Anthropic did pretty well. I wouldn't give it a ten though, but that's me, I'm a hard marker😉 Even Athropic is missing the pop culture humour, colloquial, and sarky attitude that Jess weaves into her work, even within her formal, grown up academic writing.😉
That's a key for peeps in the interim for separating LLMs work being passed off as original- currently AI suck big time at humour, sarcasm, and parody nuances. It just doesn't get it. It can mimic slapstick humour, even though it doesn't "understand" it. But witty repartee and banter, are currently still beyond. Eventually, as more people pour endless hours into training and refining it, it will get there. 🤔😐😉
Personally, i think the efficiency and productivity has a cost that few truly comphrehend, and eventually when they do and look back with 20/20 hindsight, I think they will realise it wasn't worth the price over the long run, for themselves or humanity.

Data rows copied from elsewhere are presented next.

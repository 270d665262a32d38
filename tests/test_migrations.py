"""Schema upgrades in place: a catalog of an older version opens, upgrades and keeps every part.

The version-4 catalogs in ``tests/data/catalog/v4/`` were written by partpick with schema 4
(see the README there); each test runs on SQLite and on PostgreSQL.
"""

from __future__ import annotations

import sqlite3
from pathlib import Path

import pytest

from partpick.catalog import migrations
from partpick.catalog.columns import read_columns
from partpick.catalog.importer import import_catalog
from partpick.catalog.store import SCHEMA_VERSION, dispose_engines, list_batches, open_engine
from partpick.errors import DatabaseError
from tests.backends import new_catalog
from tests.conftest import CATALOG_DATA, sql_rows

V4 = CATALOG_DATA.parent / "catalog" / "v4"
V4_INDUCTORS = 6  # inductors_small.csv: six parts
V4_CAPACITORS = 4  # capacitors_small.csv: four parts


def _v4_catalog(backend: str, folder: Path) -> str:
    """Return a catalog restored from the version-4 dump of ``backend``, not yet opened."""
    db = new_catalog(backend, folder)
    if backend == "sqlite":
        with sqlite3.connect(db) as conn:
            conn.executescript((V4 / "catalog.sqlite.sql").read_text(encoding="utf-8"))
        return db
    from tests.backends import SERVER

    with SERVER[0].admin_of(db.rsplit("/", 1)[1]) as conn:
        conn.execute((V4 / "catalog.postgres.sql").read_text(encoding="utf-8"))
    return db


def _parts(db: str) -> dict[str, list[tuple]]:
    return {
        table: sorted(tuple(map(repr, row)) for row in sql_rows(db, f"SELECT * FROM {table}"))
        for table in ("parts_inductor", "parts_capacitor")
    }


def _version(db: str) -> str:
    (row,) = sql_rows(db, "SELECT value FROM catalog_meta WHERE key = 'schema_version'")
    return row[0]


def test_the_dumps_really_are_version_4(catalog_backend, tmp_path):
    db = _v4_catalog(catalog_backend, tmp_path)
    if catalog_backend == "sqlite":
        with sqlite3.connect(db) as conn:
            (version,) = conn.execute(
                "SELECT value FROM catalog_meta WHERE key = 'schema_version'"
            ).fetchone()
            columns = {r[1] for r in conn.execute("PRAGMA table_info(import_batches)")}
        assert version == "4" and "imported_by" not in columns
    else:
        text = (V4 / "catalog.postgres.sql").read_text(encoding="utf-8")
        assert "('schema_version', '4')" in text and "imported_by" not in text


def test_step_4_to_5_upgrades_in_place_and_keeps_every_part(catalog_backend, tmp_path):
    db = _v4_catalog(catalog_backend, tmp_path)
    first = open_engine(db)  # opening upgrades
    assert _version(db) == SCHEMA_VERSION == "5"
    parts = _parts(db)
    assert len(parts["parts_inductor"]) == V4_INDUCTORS
    assert len(parts["parts_capacitor"]) == V4_CAPACITORS
    assert [b.imported_by for b in list_batches(db)] == [None, None]  # unknown before 5
    assert sorted(read_columns(db, "inductor", ["isat_a"])["isat_a"]) == pytest.approx(
        [1.9, 3.1, 4.4, 4.6, 6.8, 9.5]  # the Isat column of inductors_small.csv
    )
    dispose_engines()
    assert open_engine(db) is not first and _version(db) == "5"  # a second open: no step
    assert _parts(db) == parts


def test_an_upgraded_catalog_takes_new_imports(catalog_backend, tmp_path):
    db = _v4_catalog(catalog_backend, tmp_path)
    (report,) = import_catalog(db, [CATALOG_DATA / "inductors_small.csv"], "inductor")
    # the same six parts: matched in place (a value parsed more exactly today may update)
    assert report.added == 0 and report.updated + report.unchanged == V4_INDUCTORS
    assert len(_parts(db)["parts_inductor"]) == V4_INDUCTORS
    assert list_batches(db)[-1].imported_by  # who imported it is now recorded


def test_a_failing_step_leaves_the_version_4_catalog_as_it_was(
    catalog_backend, tmp_path, monkeypatch
):
    db = _v4_catalog(catalog_backend, tmp_path)
    step, target = migrations.STEPS["4"]

    def failing(conn):
        step(conn)
        raise RuntimeError("injected failure after the step's DDL")

    monkeypatch.setitem(migrations.STEPS, "4", (failing, target))
    with pytest.raises(RuntimeError):
        open_engine(db)
    dispose_engines()
    monkeypatch.undo()
    open_engine(db)  # the real step then runs on the untouched catalog
    assert _version(db) == "5" and len(_parts(db)["parts_inductor"]) == V4_INDUCTORS


@pytest.mark.parametrize(
    ("version", "wording"),
    [("3", "early partpick"), ("1", "early partpick"), ("6", "newer partpick")],
)
def test_a_version_without_a_path_is_refused(catalog_backend, tmp_path, version, wording):
    db = new_catalog(catalog_backend, tmp_path)
    engine = open_engine(db)
    with engine.begin() as conn:
        conn.exec_driver_sql(
            f"UPDATE catalog_meta SET value = '{version}' WHERE key = 'schema_version'"
        )
    dispose_engines()
    with pytest.raises(DatabaseError) as caught:
        open_engine(db)
    assert wording in caught.value.reason


@pytest.mark.postgres
def test_step_4_to_5_widens_whole_numbers_on_the_server(pg_server, tmp_path):
    db = _v4_catalog("postgres", tmp_path)
    query = (
        "SELECT data_type FROM information_schema.columns "
        "WHERE table_name = 'parts_inductor' AND column_name = 'stock'"
    )
    assert sql_rows(db, query) == [("bigint",)]  # sql_rows opens the catalog: upgraded
    (report,) = import_catalog(db, [CATALOG_DATA / "inductors_small.csv"], "inductor")
    assert report.added == 0
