"""kill -9 at five points of a 300,000-row import: all or nothing, intact, nothing left behind.

The kill points are events, not times, so the test neither races a slow machine nor waits
on a fast one: the spill folder appears; it holds rows; the WAL has grown; the spill is
large; the transaction has committed. After each kill the catalog must pass SQLite's
integrity check and hold none or all of the batch, and the next command must leave no
spill folder behind.
"""

from __future__ import annotations

import contextlib
import signal
import sqlite3
import subprocess
import sys
import time
from collections.abc import Callable
from pathlib import Path

import pytest

ROWS = 300_000
SCRIPTS = Path(__file__).parents[1] / "scripts"
SPEC = Path(__file__).parent / "data" / "bom" / "spec.toml"
ENTRY = "import sys; from partpick.cli import main; sys.argv[0] = 'partpick'; main()"


def _spill_bytes(columns: Path) -> int | None:
    spills = list(columns.glob(".inductor-build-*")) if columns.is_dir() else []
    if not spills:
        return None
    return sum(f.stat().st_size for s in spills for f in s.glob("*") if f.is_file())


def _committed(db: Path) -> bool:
    with contextlib.suppress(sqlite3.Error), contextlib.closing(
        sqlite3.connect(f"file:{db}?mode=ro", uri=True)
    ) as conn:
        row = conn.execute("SELECT value FROM catalog_meta WHERE key = 'generation.inductor'")
        return (row.fetchone() or ("0",))[0] != "0"
    return False


def _wal_bytes(db: Path) -> int:
    wal = db.with_name(db.name + "-wal")
    return wal.stat().st_size if wal.exists() else 0


def kill_points(db: Path) -> list[tuple[str, Callable[[], bool]]]:
    columns = db.with_name(db.name + ".columns")
    return [
        ("spill folder made", lambda: _spill_bytes(columns) is not None),
        ("rows spilled", lambda: (_spill_bytes(columns) or 0) > 2_000_000),
        ("WAL grown", lambda: _wal_bytes(db) > 8_000_000),
        ("spill large", lambda: (_spill_bytes(columns) or 0) > 20_000_000),
        ("committed", lambda: _committed(db)),
    ]


def import_until(csv: Path, db: Path, event: Callable[[], bool]) -> bool:
    """Run the import and kill -9 it when ``event`` holds; return True if it was killed."""
    process = subprocess.Popen(
        [sys.executable, "-c", ENTRY, "import", str(csv), "--kind", "inductor", "--db", str(db)],
        stdout=subprocess.DEVNULL, stderr=subprocess.DEVNULL,
    )  # fmt: skip
    try:
        while process.poll() is None:
            if event():
                process.send_signal(signal.SIGKILL)
                process.wait()
                return True
            time.sleep(0.005)
        return False
    finally:
        if process.poll() is None:
            process.kill()
            process.wait()


def count_and_check(db: Path) -> int:
    with contextlib.closing(sqlite3.connect(db)) as conn:
        assert conn.execute("PRAGMA integrity_check").fetchone()[0] == "ok"
        return conn.execute("SELECT count(*) FROM parts_inductor").fetchone()[0]


@pytest.fixture(scope="module")
def big_catalog(tmp_path_factory) -> Path:
    """Module scope: an invented 300,000-row inductor catalog (scripts/gen_catalog.py)."""
    out = tmp_path_factory.mktemp("kill") / "inductors.csv"
    subprocess.run(
        [sys.executable, str(SCRIPTS / "gen_catalog.py"), "--kind", "inductor",
         "--rows", str(ROWS), "--layout", "clean", "--out", str(out)],
        check=True, capture_output=True,
    )  # fmt: skip
    return out


def test_kill_at_five_points_of_a_big_import(big_catalog, tmp_path):
    db = tmp_path / "catalog.db"
    # a committed catalog to start from, so the inductor import is a bulk load into it
    capacitors = tmp_path / "caps.csv"
    capacitors.write_text("Mfr Part Number,Capacitance,Voltage Rating\nKC-1,10 uF,50 V\n")
    seeded = subprocess.run([sys.executable, "-c", ENTRY, "import", str(capacitors), "--kind",
                             "capacitor", "--db", str(db)], capture_output=True)  # fmt: skip
    assert seeded.returncode == 0, seeded.stderr
    for name, event in kill_points(db):
        killed = import_until(big_catalog, db, event)
        count = count_and_check(db)
        assert count in (0, ROWS), (name, count)  # all of the batch or none of it
        if name == "committed":
            assert count == ROWS
        elif killed:
            assert count == 0, name
        # the next command sweeps what the killed import left
        pick = subprocess.run(
            [sys.executable, "-c", ENTRY, "pick", str(SPEC), "--role", "inductor", "--top", "1",
             "--db", str(db)], capture_output=True, text=True,
        )  # fmt: skip
        assert pick.returncode == 0, (name, pick.stderr)
        assert "Traceback" not in pick.stderr
        columns = db.with_name(db.name + ".columns")
        assert not list(columns.glob(".inductor-build-*")), name


@pytest.mark.parametrize("point", ["rows spilled", "committed"])
def test_ctrl_c_says_whether_the_import_was_committed(big_catalog, tmp_path, point):
    db = tmp_path / "catalog.db"
    event = dict(kill_points(db))[point]
    process = subprocess.Popen(
        [sys.executable, "-c", ENTRY, "import", str(big_catalog), "--kind", "inductor",
         "--db", str(db)], stdout=subprocess.DEVNULL, stderr=subprocess.PIPE, text=True,
    )  # fmt: skip
    while process.poll() is None and not event():
        time.sleep(0.005)
    if process.poll() is None:
        process.send_signal(signal.SIGINT)
    _, stderr = process.communicate(timeout=120)
    assert "Traceback" not in stderr
    count = count_and_check(db)
    if process.returncode == 130:
        if count == ROWS:
            assert "after the import was committed" in stderr
        else:
            assert count == 0 and "the catalog was not changed" in stderr
    else:  # the import finished before the signal landed
        assert process.returncode == 0 and count == ROWS
    if point == "rows spilled":
        assert process.returncode == 130 and count == 0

But the genie's out now, and the winner in the new work paradigm is he/she who makes AI his/her biaach best.😉
Actually, there was a version that captured all of that but Jessica found it too "spooky", so I dialled it down a bit.
Really? Well I guess I stand corrected 😉 I'd love to see if other punters could distinguish the difference. Personally, I find the LLMs fairly obvious to pick out. I think that will become a field in and of itself- new business service industry specialising in recognising AI vs human. And as well parallel industry, currently spawning at light years rate, personalised or trained AIs. 😁
I wish you wouldn’t say that a computer or a computer program (that’s what an LLM is) can “understand” things.
They understand the subject matter in the same way your checkbook understands money or your spreadsheet understands math, which is to say not at all.
There is no “understanding” going on. The naïve may think it looks like it, but the clue is in the name: large language MODEL.
This anthropomorphization of computer programs is part of the marketing strategy of these things: they want consumers to believe that they are infallible oracles.
And I’m no luddite: I use ChatGPT and Gemini at work daily. They have saved me lots of time. But they have also gone badly off-track. In those cases, were I not experienced and able to apply what little wisdom the Creator may have generously bestowed on me, the outcome would have been unhelpful.
Nikola Tesla has 100 Questions for ChatGPT, Deepseek, Google & Grok #FAIL https://teslaleaks.com/f/nikola-tesla-100-questions-chatgpt-deepseek-google-grok-fail
Hi Joel - thanks for another interesting post.
I'll guess that the medical content is something we all instinctively know, but somehow forget while getting on with life. All three models captured the essence of that advice.
In my humble opinion, there were significant differences expressed by the models when describing the goals of the medical system. I can't hazard a guess as to how that came about, I'm just mentioning it as an opinion.
I'd be interested to know whether the same results would be delivered if the same questions were asked again?
I wonder how Grok would compare to the others.
So do I! I'm going to get a key. But I'm so in love with Anthropic right now, it is going to have to be very impressive.
Jessica’s post “The effects of turning off AI safety protocols” has a pretty interesting conversation she had with Grok. I have more trust in Grok after reading it.
The only LLM or related lettering I recall is LSMFT...Lucky Strike Means Fine Tobacco. I know, let's ask Gunk if it is true.